/**
 * The overlay chart of a compare cell: every scenario's curves on one time axis, in the shape
 * of a run's plot (simulate/plot-data.ts), so the app draws it as it draws a run. Each curve is
 * named by its scenario (and its state, when the run has several). The time axis is the union
 * of the scenarios' sample times; a scenario with no sample at one of them (its schedule
 * differs) is evaluated there on its own run (it has no jump there: its jumps are its own
 * samples), so every value drawn is the run's.
 */
import type { ComparePlot } from '../engine/report.ts';
import type { RunModel } from '../engine/node.ts';
import { readingIn } from '../units/quantity.ts';
import { formatUnit } from '../units/units.ts';
import { timeAxisUnits } from '../output/display-units.ts';

/** One scenario's curve as the model drew it: SI times (both ends of every jump) and states. */
export interface ScenarioCurve {
  readonly scenario: string;
  readonly replaced: ReadonlyMap<string, number>;
  /** In order (a jump is a time twice). */
  readonly t: readonly number[];
  /** State i at `t[k]` at `k * (the run's laws) + i`. */
  readonly values: readonly number[];
}

/** Times in order, each as often as the scenario that repeats it most (a jump is a time twice). */
function unionTimes(curves: readonly ScenarioCurve[]): number[] {
  const count = new Map<number, number>();
  for (const c of curves) {
    // a curve's times are in order, so its repeats of a time are side by side
    for (let k = 0, run = 1; k < c.t.length; k++, run++) {
      const t = c.t[k];
      if (k + 1 < c.t.length && c.t[k + 1] === t) continue;
      if (run > (count.get(t) ?? 0)) count.set(t, run);
      run = 0;
    }
  }
  const times = [...count.keys()].sort((a, b) => a - b);
  const out: number[] = [];
  for (const t of times) for (let k = count.get(t)!; k > 0; k--) out.push(t);
  return out;
}

/** The overlay plot. Cost: one more run per scenario whose sample times differ from the union. */
export function comparePlot(model: RunModel, curves: readonly ScenarioCurve[]): ComparePlot {
  const unit = model.timeUnit;
  const times = unionTimes(curves);
  const laws = model.laws;
  const n = laws.length;
  const several = n > 1;
  const states: ComparePlot['states'] = [];
  const series: ComparePlot['series'] = [];
  for (const c of curves) {
    // where each time's samples start in the scenario's own (in order: a time's repeats are side by side)
    const first = new Map<number, number>();
    for (let k = c.t.length - 1; k >= 0; k--) first.set(c.t[k], k);
    const missing = [...new Set(times.filter((t) => !first.has(t)))];
    const extra = new Map<number, Float64Array>();
    if (missing.length) {
      const r = model.run(c.replaced, missing);
      missing.forEach((t, k) => { const v = r.values?.[k]; if (v) extra.set(t, v); });
    }
    // per union time: the scenario's sample (its k-th repeat of the time for the k-th in the
    // union, its last when it has fewer), or -1 for a value of its own run at that time
    const rows = new Int32Array(times.length);
    for (let u = 0, k = 0; u < times.length; u++) {
      const t = times[u];
      k = u > 0 && times[u - 1] === t ? k + 1 : 0;
      const f = first.get(t);
      if (f === undefined) { rows[u] = -1; continue; }
      let last = f;
      while (last + 1 < c.t.length && c.t[last + 1] === t && last < f + k) last++;
      rows[u] = last;
    }
    for (let i = 0; i < n; i++) {
      const l = laws[i];
      const reading = readingIn(l.initial, l.initial.unit);
      const values = new Array<number>(times.length);
      for (let u = 0; u < times.length; u++) {
        const v = rows[u] >= 0 ? c.values[rows[u] * n + i] : extra.get(times[u])?.[i];
        values[u] = v === undefined ? NaN : reading(v);
      }
      states.push({ name: several ? `${c.scenario}: ${l.state}` : c.scenario, unit: formatUnit(l.initial.unit), values });
      series.push({ scenario: c.scenario, state: l.state });
    }
  }
  const timeReading = readingIn({}, unit);
  const t = times.map(timeReading);
  const span = t.length ? t[t.length - 1] - t[0] : 0;
  return { timeUnit: formatUnit(unit), timeUnits: timeAxisUnits(formatUnit(unit), span), t, states, events: [], levels: [], marks: [], series };
}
———
Exercise prompt — All lines in the records that contain "readingIn" are to be copied and returned.

Result for this task —
import { readingIn } from '../units/quantity.ts';
      const reading = readingIn(l.initial, l.initial.unit);
  const timeReading = readingIn({}, unit);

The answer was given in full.